Looking forward to your suggestions.


----------



## Daniel (22/11/16)

I'm in the same boat , I'm liking what I see about the Minikin V2 but portability looks like it might be a bit bulky. Also looking at the Noisy Cricket II which can do basic VV in series which for my needs are perfect.

Reactions: Agree 1


----------



## Kalashnikov (22/11/16)

Rafique said:


> Morning Guys and Girls,
> 
> Recently a very happy owner of the OBS Engine and Serpent mini 25. Im looking for another mod that fits 25mm atties like a glove. I currently have the hohm slice paired with the Engine but I find the discharge rate fairly quick with the Hohm battery.
> 
> ...


The serpent definitely belongs on the hohm slice. Engine needs a dual 18650.

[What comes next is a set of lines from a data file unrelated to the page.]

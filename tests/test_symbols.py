"""Every column of the coefficients is in the table of symbols, and the table is what code and README use."""

from __future__ import annotations

from pathlib import Path

import tapband
from campaigns import campaign, every_kind
from tapband.files.write_columns import COEFFICIENTS, SUFFIXES, UNITS
from tapband.nouns.symbols import CONDITIONS, ENDINGS, MEASURED, QUANTITIES

README = Path(__file__).parents[1] / "README.md"


def test_columns_of_coefficients_are_quantities_conditions_and_endings() -> None:
    c = campaign(every_kind(), alphas=(2.0,), compressibility="laitone")
    known = {f"{name}{where}{ending}" for name in MEASURED for where in CONDITIONS for ending in ENDINGS}
    known |= {f"{name}{ending}" for name in QUANTITIES for ending in ("", "_u")}
    columns = [n for n in tapband.reduce(c, trials=1000).coefficients if n not in ("point", "run")]
    assert [name for name in columns if name not in known] == []
    assert [name for name in known if name.startswith("cl_ref") and name not in columns] == []


def test_writers_take_names_and_units_from_the_table() -> None:
    assert COEFFICIENTS == MEASURED
    assert tuple(ENDINGS) == SUFFIXES
    for name in ("alpha", "q", "x", "y", "t_total"):
        assert UNITS[name] == QUANTITIES[name].unit


def test_readme_explains_every_coefficient_as_the_table_does() -> None:
    text = README.read_text(encoding="utf-8")
    for name in MEASURED:
        assert f"| `{name}` | {QUANTITIES[name].meaning} |" in text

Reactions: Like 2 | Agree 2


----------



## Rafique (22/11/16)

Kalashnikov said:


> The serpent definitely belongs on the hohm slice. Engine needs a dual 18650.
> View attachment 75989




@Kalashnikov, looking good man. was thinking something around the lines of the G-Priv. What battery you running and does the percerntage drop fairly quick. Fair enough it has quick charge but I like to see my battery full without using it.


----------



## Kalashnikov (22/11/16)

Rafique said:


> @Kalashnikov, looking good man. was thinking something around the lines of the G-Priv. What battery you running and does the percerntage drop fairly quick. Fair enough it has quick charge but I like to see my battery full without using it.


In which device? the slice is the hohm battery and samsung 30Q in minikin. I do sometime use the engine on the slice but at 50+ Watts the battery isnt happy. But it does charge fast so it makes up for it


----------



## GMacDiggity (22/11/16)

I second @Kalashnikov on this one, the Hohm Slice is the perfect mod for a serpent 25 imo. Best mod I own at the moment in terms of how it puts the power down and its TC capability. Definitely worth grabbing one. battery lasts a day or so for me using the hohm grown cell.

Reactions: Like 1


----------



## PsyCLown (22/11/16)

I'd say get a dual 18650 mod.

As for which one, well, that is up to you. Quite a lot of choices out


----------



## Rafique (22/11/16)

Abit to heavy

Do u have any suggestions for a dual 1850 mob that fits 25mm. I saw the osub from smok I'd about 25mm at the top and looks good just worried about battery life.

Reactions: Winner 1


----------



## Kalashnikov (22/11/16)

Rafique said:


> Abit to heavy
> 
> Do u have any suggestions for a dual 1850 mob that fits 25mm. I saw the osub from smok I'd about 25mm at the top and looks good just worried about battery life.
> View attachment 75990


I would take a smok alien if not a minikin cause its small and will fit the engine perfectly

Reactions: Like 1


----------



## skola (22/11/16)

Battery life on the osub is quite decent. Vaping at 50w, hard mode, 0.23 ohm coil and I go through about three tanks on the Serpent Mini 25 before I recharge. There's still battery left but i prefer topping it up as it's usually by the end of the day.. Looks great as well.

Reactions: Like 1


----------



## Daniel (22/11/16)

Another option might be the SMOK G320 Marshal when it comes out , you can run either 2x or 3x 18650 so I think battery life would be decent. Not sure if overhang would be a problem though as it's fairly narrow it seems.

Dimensions
DEPTH 31 mm
HEIGHT 89.5 mm
WIDTH 61.5 mm
PRODUCT WEIGHT 320 g

Reactions: Thanks 1


----------



## Naz (22/11/16)

Minikin v2 Ftw. Apparently, it has very good battery life. It's just not very pocket friendly though.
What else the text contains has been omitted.